*Data shown*

▶

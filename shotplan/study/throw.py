"""The throw study: throw against the cut for each spin and speed, and the
aim correction it asks for."""

from __future__ import annotations

import math
import time
from collections.abc import Sequence
from dataclasses import dataclass
from typing import Any

from ..equipment import TableSpec
from ..errors import InputError, ShotplanError
from ..physics.params import Physics
from .base import (
    OLD_SPIN_WORDS,
    SPEED_PRESETS,
    THROW_SPINS,
    Progress,
    angle_diff,
    check_angle,
    check_distance,
    check_speed,
    contact_of,
    fields_dict,
    heading_deg,
    physics_or_default,
    place_shot,
    pocket_of,
    stroke_at_ghost,
    sweep_angles,
    table_dict,
    tick,
)

__all__ = [
    "ThrowPoint",
    "ThrowStudy",
    "throw_study",
]


# ----------------------------------------------------------------- throw
@dataclass(frozen=True, slots=True)
class ThrowPoint:
    """Throw of one cut at one spin and speed."""

    spin: str
    """``stun``, ``follow``, ``draw``, ``outside`` or ``inside``."""
    speed_word: str
    """The trade's word for the launch speed."""
    speed_mps: float
    """Launch speed, m/s."""
    side: float
    """Tip side offset, ball radii (+ right english)."""
    height: float
    """Tip height, ball radii (+ follow, - draw)."""
    cut_deg: float
    """Cut angle of the layout, degrees."""
    cut_at_contact_deg: float | None
    """Cut angle at contact: the cue ball's path against the line of centres, degrees."""
    contact_speed_mps: float | None
    """Cue-ball speed at contact, m/s."""
    spin_ratio: float | None
    """Spin about the horizontal at contact, as ``R w / v``: +1 rolling, 0 stun, < 0 draw."""
    side_spin_ratio: float | None
    """Side spin at contact, ``R w_z / v``."""
    throw_deg: float | None
    """Object ball's departure direction against the line of centres at
    contact, degrees; + toward the cue ball's path (the ball goes fuller)."""
    ghost_direction_deg: float | None
    """Cue direction of the plain ghost-ball aim, degrees."""
    aim_deg: float | None
    """Cue direction that sends the ball at the pocket's middle (``aim_direct``), degrees."""
    aim_correction_deg: float | None
    """How far to aim off the ghost ball, degrees at the cue ball; + thinner
    (more cut). Includes the correction for squirt with side spin."""
    aim_correction_mm: float | None
    """The same as a shift of the aim point at the ghost ball, mm."""
    squirt_deg: float
    """Squirt of the launch, degrees (+ to the left of the cue line)."""
    note: str
    """Why a value is missing (empty otherwise)."""

    def to_dict(self) -> dict[str, Any]:
        """Every field by name."""
        return fields_dict(self)


@dataclass(frozen=True, slots=True)
class ThrowStudy:
    """Throw against cut for several spins and speeds."""

    table: TableSpec
    """The table."""
    physics: Physics
    """The physics values."""
    pocket: str
    """Pocket the aim correction aims at."""
    object_distance_m: float
    """Object ball to the mouth line, m."""
    cue_distance_m: float
    """Cue ball to the ghost ball, m."""
    side_offset: float
    """Side offset of ``outside``/``inside`` english, ball radii."""
    points: tuple[ThrowPoint, ...]
    """Every point, curve (spin, speed) by curve."""
    seconds: float
    """Wall time."""

    def curves(self) -> list[tuple[tuple[str, float], list[ThrowPoint]]]:
        """Points grouped by ``(spin, speed)``."""
        groups: dict[tuple[str, float], list[ThrowPoint]] = {}
        for p in self.points:
            groups.setdefault((p.spin, p.speed_mps), []).append(p)
        return list(groups.items())

    def peaks(self) -> list[dict[str, Any]]:
        """For each curve, the cut with the largest throw."""
        out = []
        for (spin, speed), pts in self.curves():
            got = [p for p in pts if p.throw_deg is not None]
            best = max(got, key=lambda p: p.throw_deg or 0.0) if got else None
            out.append({"spin": spin, "speed_mps": speed,
                        "peak_cut_deg": best.cut_deg if best else None,
                        "peak_throw_deg": best.throw_deg if best else None})
        return out

    def rows(self) -> list[dict[str, Any]]:
        """One CSV row per point."""
        return [{"study": "throw", "pocket": self.pocket, **p.to_dict()} for p in self.points]

    def to_dict(self) -> dict[str, Any]:
        """The ``--json`` document."""
        return {"study": "throw", "table": table_dict(self.table),
                "physics": self.physics.to_dict(), "pocket": self.pocket,
                "object_distance_m": self.object_distance_m,
                "cue_distance_m": self.cue_distance_m, "side_offset": self.side_offset,
                "curves": self.peaks(), "points": [p.to_dict() for p in self.points],
                "seconds": self.seconds}


def _spin_tip(spin: str, speed: float, distance: float, side_offset: float, sense: float,
              physics: Physics) -> tuple[float, float]:
    """(side, height) for a study spin word."""
    from ..stroke import tip_height

    if spin == "follow":
        return 0.0, tip_height("follow", speed, distance, physics)
    if spin == "draw":
        return 0.0, tip_height("draw", speed, distance, physics)
    stun = tip_height("stun", speed, distance, physics)
    if spin == "stun":
        return 0.0, stun
    # Outside english turns the cue ball's surface at the contact point
    # against its slip there: counter-clockwise (right english, + side) for
    # a left cut, whose slip at the contact point is clockwise.
    s = side_offset * sense
    return (s if spin == "outside" else -s), stun


def throw_study(
    spec: TableSpec,
    pocket: str = "foot-right",
    *,
    cuts: Sequence[float] | None = None,
    spins: Sequence[str] = THROW_SPINS,
    speeds: Sequence[float] = (SPEED_PRESETS["slow"], SPEED_PRESETS["medium"], SPEED_PRESETS["fast"]),
    object_distance: float = 0.6,
    cue_distance: float = 0.1,
    side_offset: float = 0.3,
    cut_side: str = "auto",
    physics: Physics | None = None,
    progress: Progress | None = None,
) -> ThrowStudy:
    """Throw against the cut angle, measured in the simulator.

    Each stroke is launched at the ghost ball (squirt taken out, so the cut
    at contact is the layout's); throw is the object ball's departure
    direction against the line of centres at contact, both from the first
    ``collision`` event's states. The aim correction is
    :func:`shotplan.search.aim_direct` (the cue direction that sends the
    ball at the pocket's middle) against the ghost-ball direction.

    The cue ball starts close to the ghost ball by default (0.1 m), so that
    the spin at contact is the spin the tip gave it; ``spin_ratio`` reports
    what arrived. A tip offset beyond the miscue limit (side spin on a slow
    stun) leaves the point empty with a note.

    Parameters
    ----------
    spec, pocket
        Table and pocket.
    cuts
        Cut angles, degrees (default 0 to 70 by 5).
    spins
        Any of :data:`THROW_SPINS`.
    speeds
        Launch speeds, m/s (default slow, medium and fast: :data:`SPEED_PRESETS`).
    object_distance, cue_distance
        Object ball to the mouth line, cue ball to the ghost ball, m.
    side_offset
        Side offset of outside and inside english, ball radii.
    """
    from ..physics import simulator_for
    from ..search import aim_direct
    from ..stroke import speed_word

    t0 = time.perf_counter()
    cuts = tuple(check_angle(c, "cut angle") for c in (cuts if cuts is not None
                                                         else sweep_angles(5.0, 70.0)))
    if not cuts:
        raise InputError("cut angle: at least one angle is needed")
    spins = tuple(OLD_SPIN_WORDS.get(s, s) for s in spins)
    for s in spins:
        if s not in THROW_SPINS:
            raise InputError(f"spin: {s!r} is not a throw-study spin, must be one of "
                             f"{', '.join(THROW_SPINS)}")
    if not spins:
        raise InputError(f"spin: at least one is needed, one of {', '.join(THROW_SPINS)}")
    speeds = tuple(check_speed(v) or 0.0 for v in speeds)
    if not speeds:
        raise InputError("speed: at least one speed is needed")
    if not isinstance(side_offset, int | float) or not 0.0 < side_offset <= 0.9:
        raise InputError(f"side: {side_offset!r} is out of range, must be above 0 and at most "
                         "0.9 ball radii")
    check_distance(object_distance, "object-ball distance", spec)
    check_distance(cue_distance, "cue-ball distance", spec)
    pocket_of(spec, pocket)
    phys = physics_or_default(spec, physics)
    sim = simulator_for(spec, phys)
    R = spec.ball.radius_m
    total = len(cuts) * len(spins) * len(speeds)
    points: list[ThrowPoint] = []
    for spin in spins:
        for v in speeds:
            for cut in cuts:
                points.append(_throw_point(sim, spec, pocket, spin, v, cut, object_distance,
                                           cue_distance, side_offset, cut_side, phys, R,
                                           aim_direct, speed_word))
                tick(progress, len(points), total)
    return ThrowStudy(spec, phys, pocket, float(object_distance), float(cue_distance),
                      float(side_offset), tuple(points), time.perf_counter() - t0)


def _throw_point(sim: Any, spec: TableSpec, pocket: str, spin: str, v: float, cut: float,
                 d: float, dc: float, side_offset: float, cut_side: str, phys: Physics,
                 R: float, aim_direct: Any, speed_word: Any) -> ThrowPoint:
    geo, why = place_shot(spec, pocket, d, dc, cut, 0.0, cut_side)
    empty: dict[str, Any] = dict(cut_at_contact_deg=None, contact_speed_mps=None, spin_ratio=None,
                                 side_spin_ratio=None, throw_deg=None, aim_deg=None,
                                 aim_correction_deg=None, aim_correction_mm=None)
    if geo is None:
        return ThrowPoint(spin, speed_word(v), v, 0.0, 0.0, cut, **empty,
                          ghost_direction_deg=None, squirt_deg=0.0, note=why)
    side, height = _spin_tip(spin, v, dc, side_offset, geo.sense, phys)
    ghost_dir = geo.ghost_direction_deg
    try:
        outcome, squirt = stroke_at_ghost(sim, geo, v, side, height)
    except ShotplanError as e:  # beyond the miscue limit
        return ThrowPoint(spin, speed_word(v), v, side, height, cut, **empty,
                          ghost_direction_deg=ghost_dir, squirt_deg=0.0, note=str(e))
    c = contact_of(outcome, geo.ball, R)
    if c is None:
        return ThrowPoint(spin, speed_word(v), v, side, height, cut, **empty,
                          ghost_direction_deg=ghost_dir, squirt_deg=squirt,
                          note="the cue ball does not reach the object ball")
    # + toward the cue ball's path: clockwise of the line of centres for a
    # left cut (the cue ball's path is clockwise of it), counter-clockwise for a right one.
    throw = -geo.sense * angle_diff(heading_deg(*c.ob_out), c.n_deg)
    aim = aim_direct(geo.layout, geo.ball, geo.pocket, v, side, height, physics=phys)
    corr = corr_mm = None
    note = ""
    if aim is None:
        note = "the aim for the pocket's middle did not converge"
    else:
        # Thinner is away from the object ball's centre: clockwise for a left cut.
        corr = -geo.sense * angle_diff(aim, ghost_dir)
        corr_mm = math.tan(math.radians(corr)) * dc * 1000.0
    return ThrowPoint(spin, speed_word(v), v, side, height, cut, c.cut_deg, c.speed, c.spin_ratio,
                      c.side_ratio, throw, ghost_dir, aim, corr, corr_mm, squirt, note)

◀

*Try it*
Sift through the entries and copy every line with "slow".

*Solution to the exercise*
    speeds: Sequence[float] = (SPEED_PRESETS["slow"], SPEED_PRESETS["medium"], SPEED_PRESETS["fast"]),
    what arrived. A tip offset beyond the miscue limit (side spin on a slow
        Launch speeds, m/s (default slow, medium and fast: :data:`SPEED_PRESETS`).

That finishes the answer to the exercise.